# Divorce Question



## squeekers (Jul 25, 2013)

I am separating from my husband for a while to see if maybe we can figure things out with some time and space. But just in case I am wanting to make copies of everything I will need, should we file for a divorce. 


So far I have copied these items:
Check stubs from the end of March to current
2013 and 2012 tax returns
Marriage license
Car titles and bills of sale
401k information


I can not get to his current personal bank account information, he hasn't opened this months statement yet. If I open it, he will know something is up. 

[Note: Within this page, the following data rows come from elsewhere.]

@dataclass
class Source:
    """A resolved model: the module plus everything needed to rebuild it.

    ``weights_sha256`` is the canonical hash of the model's state dict after the
    weights were loaded (see :func:`splice.fileio.state_dict_sha256`): two sources
    hash equal exactly when every tensor is bitwise equal.
    ``declares_normalisation`` is False when nothing (factory attribute,
    torchvision, timm, a folder's record) says how inputs are normalised.
    ``code_sha256`` is the sha256 of the Python file a ``path/file.py:factory``
    spec builds from (``None`` for any other spec). ``not_loaded`` names the
    model's tensors that no weights file gave (a partial load: missing there,
    or of another shape), which keep the builder's initialisation.
    """

    model: nn.Module
    spec: str
    kwargs: dict = field(default_factory=dict)
    input_shape: tuple[int, int, int] | None = None
    weights_path: str | None = None
    weights_sha256: str | None = None
    normalisation: dict | None = None
    class_names: list[str] | None = None
    manifest: dict | None = None
    random_init: bool = False
    leaves: tuple[str, ...] = ()
    declares_normalisation: bool = True
    extra_inputs: tuple[tuple[int, ...], ...] = ()
    code_sha256: str | None = None
    not_loaded: tuple[str, ...] = ()

    @property
    def input_shapes(self) -> tuple[tuple[int, ...], ...]:
        """One shape per model input: :attr:`input_shape` (C, H, W), then :attr:`extra_inputs` (any per-sample
        shape)."""
        return () if self.input_shape is None else (tuple(self.input_shape), *self.extra_inputs)

    @property
    def is_spliced(self) -> bool:
        return bool(self.manifest and self.manifest.get("points"))


MODULE_SPEC = "<module>"  # the spec of a Source made from a module object: no spec can rebuild it


def _looks_like_pickled_module(spec: str) -> bool:
    return ":" not in spec and spec.endswith(_WEIGHT_SUFFIXES) and not spec.endswith(".safetensors")



def _weights_path(weights, origin) -> str | None:
    """The weights file as a folder records it: the absolute path of the file read (a path relative to where a
    command ran means nothing to a verify run from elsewhere). A relative path read from a file was resolved
    against that file's folder by whoever read it (``splice.json``, ``run.json``)."""
    if weights is None:
        return None
    return os.path.abspath(os.fspath(weights))
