def _judged_exactly(result: dict, ref, outs: list, xs: tuple, exact_of) -> dict:
    """A float32 comparison that missed its tolerance, judged against the model run in float64.

    A probe can be ill-conditioned in float32: a LayerNorm over channels that
    are zero in exact arithmetic but rounding noise in float32 (a warp whose
    grid lands a hair inside the image, a zero-initialised conv bias) turns
    rounding into output. There torch float32 is far from exact arithmetic,
    and onnxruntime, rounding in its own order, cannot agree with torch more
    closely than that. The comparison passes when, for every output, the
    export's errors against float64 are at most twice torch float32's plus
    the tolerance at each of :data:`JUDGED_QUANTILES` (the median, 90th and
    99th percentiles and the maximum: two float32 runs round about alike, in
    the same places or not), and the export is nowhere more than
    :data:`ROUNDING_LIMIT` of the output's scale from torch. An error where
    torch is exact moves the export's median or percentiles, and rounding in
    one output excuses nothing in another.
    """
    if result["passed"] or result.get("max_rel") is None or not result.get("shapes_equal") or exact_of is None:
        return result
    if any(not (x.is_floating_point() and x.dtype == torch.float32) for x in xs):
        return result
    try:
        with torch.no_grad():
            exact = flatten_outputs(exact_of()(*[x.double() for x in xs]))
    except Exception:  # a model that cannot run in float64: the float32 verdict stands
        return result
    torch32 = flatten_outputs(ref)
    if list(exact) != list(torch32) or any(exact[k].shape != torch32[k].shape for k in exact):
        return result
    tol, miss = result["tolerance"], result["max_rel"]
    rounding, worse = 0.0, False
    for key, out in zip(torch32, outs):
        t, e = torch32[key].detach().double().cpu(), exact[key].detach().double().cpu()
        if not t.numel():
            continue
        o = torch.as_tensor(out).double()
        scale = float(e.abs().max()) or 1.0  # the output's true scale
        theirs, ours = _quantiles((o - e).abs()), _quantiles((t - e).abs())
        rounding = max(rounding, ours[-1] / scale)
        worse = worse or any(a > 2 * b + tol * scale for a, b in zip(theirs, ours))
    if worse or miss > ROUNDING_LIMIT:
        if rounding <= tol:
            return result
        why = ("more than rounding explains" if worse
               else f"too large to put down to rounding (limit {ROUNDING_LIMIT:g})")
        return {**result, "detail": f"{result['detail']}; torch float32 itself is up to {rounding:.3g} from float64 "
                                    f"on this probe, but the difference is {why}"}
    return {**result, "passed": True, "float64_rounding": rounding,
            "detail": (f"max abs error {result['max_abs']:.3g}, max relative error {miss:.3g}: above the tolerance "
                       f"{tol:g}, and within this probe's float32 rounding (torch float32 is up to {rounding:.3g} "
                       "from float64, the export no more than twice as far at any percentile)")}
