def monitor(
    spec: Spec,
    engine: Engine,
    table: str,
    month_column: str,
    as_of: date,
    outcome: str | None = None,
    thresholds: Thresholds = DEFAULT_THRESHOLDS,
    baseline_table: str | None = None,
    baseline_months: tuple[Month, Month] | None = None,
    record_history: bool = True,
    expected_rows: str | float = "trailing",
    two_sided: bool = False,
) -> MonitorReport:
    """Monitor ``table`` month by month against a baseline; append the run to the history.

    The baseline is the spec's own, or one measured now from ``baseline_table`` or from the
    months ``baseline_months`` (first, last) of ``table``. ``table`` may be scored already (it
    has the scored columns, and ``month_column`` / ``outcome`` kept as keys) or raw (it is
    scored on the fly). ``expected_rows`` is what each month's volume is judged against:
    ``"trailing"`` (default: the median of the book's own previous six months), a monthly
    count, or ``"development"`` (the baseline's rows per month). ``two_sided`` makes the
    calibration tests two-sided (default one-sided: only more events than the PD predicts is
    flagged). Raises :class:`InputError` for anything the user can fix; the history
    is written last, in one transaction, so a failing run leaves it unchanged.
    """
    if baseline_table is not None and baseline_months is not None:
        raise InputError("give a baseline table or a range of baseline months, not both")
    if baseline_table is None and baseline_months is None and spec.baseline is None:
        raise InputError(f"{spec.model.name} version {spec.model.version} has no baseline section; write one "
                         "with `scoremon baseline SPEC --table DEVELOPMENT --out NEW.yaml`, or give "
                         "--baseline-table or --baseline-months")
    source = source_relation(table=table)
    rows, notes = _monitored(spec, engine, source, month_column, outcome)
    with monitored_relation(engine, rows) as relation:
        book = read_months(engine, spec, rows, relation, as_of, month_column)
        if baseline_table is not None:
            base_rows, _ = _monitored(spec, engine, source_relation(table=baseline_table), None, outcome)
            with monitored_relation(engine, base_rows) as base_relation:
                baseline = measure_baseline(engine, spec, base_rows, base_relation, None, f"table {baseline_table}")
            baseline_source = f"table {baseline_table}"
        elif baseline_months is not None:
            first, last = baseline_months
            values = book.values_between(first, last)
            if not values:
                raise InputError(f"no rows of {table} are in the baseline months {first} to {last}")
            baseline_source = f"months {first} to {last} of {table}"
            baseline = measure_baseline(engine, spec, rows, relation, months_in(values), baseline_source)
        else:
            baseline = spec.baseline
            baseline_source = f"the spec's baseline ({baseline.computed_from or 'source not recorded'})"
        warning = small_baseline_warning(baseline.rows)
        if warning:
            notes.append(warning.removeprefix("warning: "))
        report = measure_book(engine, spec, rows, relation, book, as_of=as_of, month_column=month_column,
                              baseline=baseline, baseline_source=baseline_source, thresholds=thresholds,
                              source=f"table {table}", notes=notes, fingerprint=fingerprint(spec),
                              expected_rows=expected_rows, two_sided=two_sided)
    if record_history:
        write_history(engine, report)
    return report
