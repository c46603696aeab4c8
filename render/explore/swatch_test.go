package explore

import (
	"bytes"
	"context"
	"fmt"
	"os"
	"os/exec"
	"path/filepath"
	"testing"

	"github.com/stretchr/testify/assert"
	"github.com/stretchr/testify/require"

	"sheaf/palette/press"
	"sheaf/render/feature"
	"sheaf/render/swatch"
	"sheaf/render/tooltest"
	"sheaf/specs"
)

// The swatch sheet: a PNG and a one-page PDF of swatch.SizeFor's size
// (read back with poppler's pdfinfo; 1 mm = 72/25.4 pt), the title
// after the feature's; a cancelled context writes nothing.
func TestWriteSwatches(t *testing.T) {
	j, err := feature.Load(smallSpec)
	require.NoError(t, err)
	checks, err := j.CheckPalette()
	require.NoError(t, err)
	c := SwatchCheck(checks)
	dir := filepath.Join(t.TempDir(), "palette")

	_, err = WriteSwatches(canceled(), c, j.Spec.Title, dir, feature.FallbackDate)
	require.ErrorIs(t, err, context.Canceled)
	_, err = os.Stat(dir)
	assert.True(t, os.IsNotExist(err), "cancelled: nothing written")

	files, err := WriteSwatches(context.Background(), c, j.Spec.Title, dir, feature.FallbackDate)
	require.NoError(t, err)
	require.Equal(t, []string{filepath.Join(dir, "swatch.png"), filepath.Join(dir, "swatch.pdf")}, files)
	png, err := os.ReadFile(files[0])
	require.NoError(t, err)
	assert.True(t, bytes.HasPrefix(png, []byte("\x89PNG\r\n\x1a\n")), "PNG signature (ISO/IEC 15948 §5.2)")
	pdfinfo := tooltest.Require(t, "pdfinfo", "poppler-utils")
	info, err := exec.Command(pdfinfo, files[1]).Output()
	require.NoError(t, err)
	wmm, hmm := swatch.SizeFor(nil)
	assert.Regexp(t, `Pages:\s+1\n`, string(info))
	var w, h float64
	_, err = fmt.Sscanf(string(info[bytes.Index(info, []byte("Page size:")):]), "Page size: %g x %g pts", &w, &h)
	require.NoError(t, err)
	assert.InDelta(t, wmm*specs.PtPerMm, w, 1e-3)
	assert.InDelta(t, hmm*specs.PtPerMm, h, 1e-3)
	assert.Contains(t, string(info), "A small test feature — era palette")
}

// SwatchCheck shows the first output printed on a press, else the first.
func TestSwatchCheck(t *testing.T) {
	cond := &press.Condition{}
	for _, tc := range []struct {
		checks []feature.PaletteCheck
		want   string
	}{
		{[]feature.PaletteCheck{{Output: "web"}, {Output: "print"}}, "web"},
		{[]feature.PaletteCheck{{Output: "web"}, {Output: "press", Press: cond}, {Output: "press2", Press: cond}}, "press"},
	} {
		assert.Equal(t, tc.want, SwatchCheck(tc.checks).Output)
	}
}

Is there anything else I need to make copies of?


----------



## Acoa (Sep 21, 2012)

Depends on your state, but in general a lawyer would tell you to copy everyting. In my state they want past 3 years of tax info and bank statements. Titles and the 401k are good. Think about any other assets you have that are worth more than $500. Get docments on them or take pictures. Consider all investments, not just 401K. Pensions come into play too if he qualifies for one from work (yours too). A copy of your budget, or at least a detailed understanding of the spending required to maintain the marital home (could affect alimony). Mortgage documents and copies of any other debt (loans, credit card, promissary notes to family, any and all debt).


----------



## ReidWright (May 15, 2014)

"he will know something is up. "

are you giving him a surprise separation or something?

are you getting legal help for the separation, in preparation if it becomes divorce? never too early to iron out the details


----------



## Sammy64 (Oct 28, 2013)

Texas does not recognize legal separation.. 

Does Texas have legal separation? - Teller Law Firm, P.C. Attorneys Grapevine, Texas


----------